Five of the trainees are astronauts with the European Space Agency. At least, they are now. They just graduated from training. More than 20,000 people applied for their jobs. Who are the five superheroes who were hired?

  • Pablo Alvarez Fernandez, an aeronautical engineer from Spain
  • Rosemary Coogan, a British astronomer
  • Raphael Liegeois, a Belgian biomedical engineer and neuroscientist
  • Marco Alain Sieber, a Swiss emergency physician
  • Sophie Adenot, a French air force helicopter test pilot

Katherine Bennell-Pegg from Australia also joined the training. She works for the Australian Space Agency.

Altogether, the new astronauts have experience flying planes, helicopters, gliders, and balloons. For fun they row, scuba dive, hike, skydive, cycle, sail, and kayak.

Ms. Adenot says the group is “a fantastic crew and a fantastic team.” She’s still thinking about a particular moment in training. She left an airlock for an underwater “spacewalk.” She floated like she would outside Earth’s atmosphere. The instructor said, “Welcome to space.”

“And for me it was mind-blowing,” Ms. Adenot says. “I had goosebumps. In a few years it is going to be me in space, not in the water with safety divers.”

She remembers dreaming of space travel as a girl. People told her that dream wouldn’t come true. But now it is happening!

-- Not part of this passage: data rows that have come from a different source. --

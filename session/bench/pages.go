package bench

import (
	"crypto/sha256"
	"embed"
	"encoding/hex"
	"fmt"
	"io/fs"
	"net/http"
	"path"

	"tenthmark/session"
)

// What the browser gets: plain files, no build step, nothing from elsewhere.
//
//go:embed page
var pageFiles embed.FS

//go:embed openapi.json
var openAPIText []byte

func (b *Bench) openAPI(c *call) error {
	c.w.Header().Set("Content-Type", "application/json")
	_, _ = c.w.Write(openAPIText) // whoever asked may have gone
	return nil
}

var pageTypes = map[string]string{
	".html": "text/html; charset=utf-8", ".css": "text/css; charset=utf-8", ".js": "text/javascript; charset=utf-8", ".svg": "image/svg+xml",
}

// pages serves the bench page. A browser asks each time whether a file is still the
// same, so that a page never meets a daemon of another version.
func (b *Bench) pages() http.Handler {
	return http.HandlerFunc(func(w http.ResponseWriter, r *http.Request) {
		if r.Method != http.MethodGet && r.Method != http.MethodHead {
			b.refuse(w, r, session.Refuse("wrong-method", "Pages are only read.", "Calls are under /api/v1."))
			return
		}
		name := r.URL.Path
		if name == "/" {
			name = "/index.html"
		}
		text, err := fs.ReadFile(pageFiles, path.Join("page", name))
		kind, known := pageTypes[path.Ext(name)]
		if err != nil || !known {
			b.refuse(w, r, session.Refuse("unknown-page", fmt.Sprintf("There is no page %s.", r.URL.Path), "The bench is at /."))
			return
		}
		sum := sha256.Sum256(text)
		tag := `"` + hex.EncodeToString(sum[:12]) + `"`
		w.Header().Set("Content-Type", kind)
		w.Header().Set("ETag", tag)
		w.Header().Set("Cache-Control", "no-cache")
		if r.Header.Get("If-None-Match") == tag {
			w.WriteHeader(http.StatusNotModified)
			return
		}
		_, _ = w.Write(text) // whoever asked may have gone
	})
}
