package bench

import (
	"fmt"

	"tenthmark/session"
)

// signRequest signs a run. Where sign-in is on, the signer's secret is asked for again.
type signRequest struct {
	Meaning string `json:"meaning"`
	Secret  string `json:"secret"`
}

func (q signRequest) means(want string) error {
	if q.Meaning != want {
		return session.Refuse("bad-meaning", fmt.Sprintf("The signature means %q, this call signs %q.", q.Meaning, want), fmt.Sprintf("Send {\"meaning\": %q}. The sentence that is signed: %s", want, session.Statement(want)))
	}
	return nil
}

// sign reads the request, checks the secret where it is asked for, and orders.
func (b *Bench) sign(c *call, meaning string, decide func(r *session.Run, printed string) ([]session.Draft, error)) error {
	q, err := read[signRequest](c, maxBody)
	if err != nil {
		return err
	}
	if err := q.means(meaning); err != nil {
		return err
	}
	printed, err := b.signer(c, q.Secret)
	if err != nil {
		return err
	}
	return b.order(c, func(r *session.Run) ([]session.Draft, error) { return decide(r, printed) })
}

// signer gives the printed name of whoever signs, after their secret was checked.
func (b *Bench) signer(c *call, secret string) (string, error) {
	if b.SignIn {
		if err := b.checkSecret(c, c.who.name, secret, "signing"); err != nil {
			return "", err
		}
	}
	printed := c.who.name
	err := b.view(c.Context(), func(book *session.Book) error {
		if m := book.People[c.who.name]; m != nil {
			printed = m.PrintedName
		}
		return nil
	})
	return printed, err
}

func (b *Bench) finishRun(c *call) error {
	return b.sign(c, session.MeaningPerformed, func(r *session.Run, printed string) ([]session.Draft, error) {
		return r.Finish(printed, b.SignIn)
	})
}

func (b *Bench) reviewRun(c *call) error {
	return b.sign(c, session.MeaningReviewed, func(r *session.Run, printed string) ([]session.Draft, error) {
		return named(printed)(r.ApproveBy(c.who.actor(), b.SignIn))
	})
}

func (b *Bench) reviewTrail(c *call) error {
	return b.sign(c, session.MeaningTrail, func(r *session.Run, printed string) ([]session.Draft, error) {
		return named(printed)(r.ReviewTrail(c.who.actor(), b.SignIn))
	})
}

// named puts the printed name into a signature.
func named(printed string) func([]session.Draft, error) ([]session.Draft, error) {
	return func(drafts []session.Draft, err error) ([]session.Draft, error) {
		for i, d := range drafts {
			if body, is := d.Body.(session.SignedBody); is {
				body.Name = printed
				drafts[i].Body = body
			}
		}
		return drafts, err
	}
}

The astronauts learned how to survive many dangers. (A splashdown in the ocean. Running low on oxygen. Staying warm in case they need to wait for rescue.) On top of that came academic work. They studied all kinds of science and the Space Station’s parts and equipment. The astronauts also learned Russian. Russian is one of the working languages on the International Space Station.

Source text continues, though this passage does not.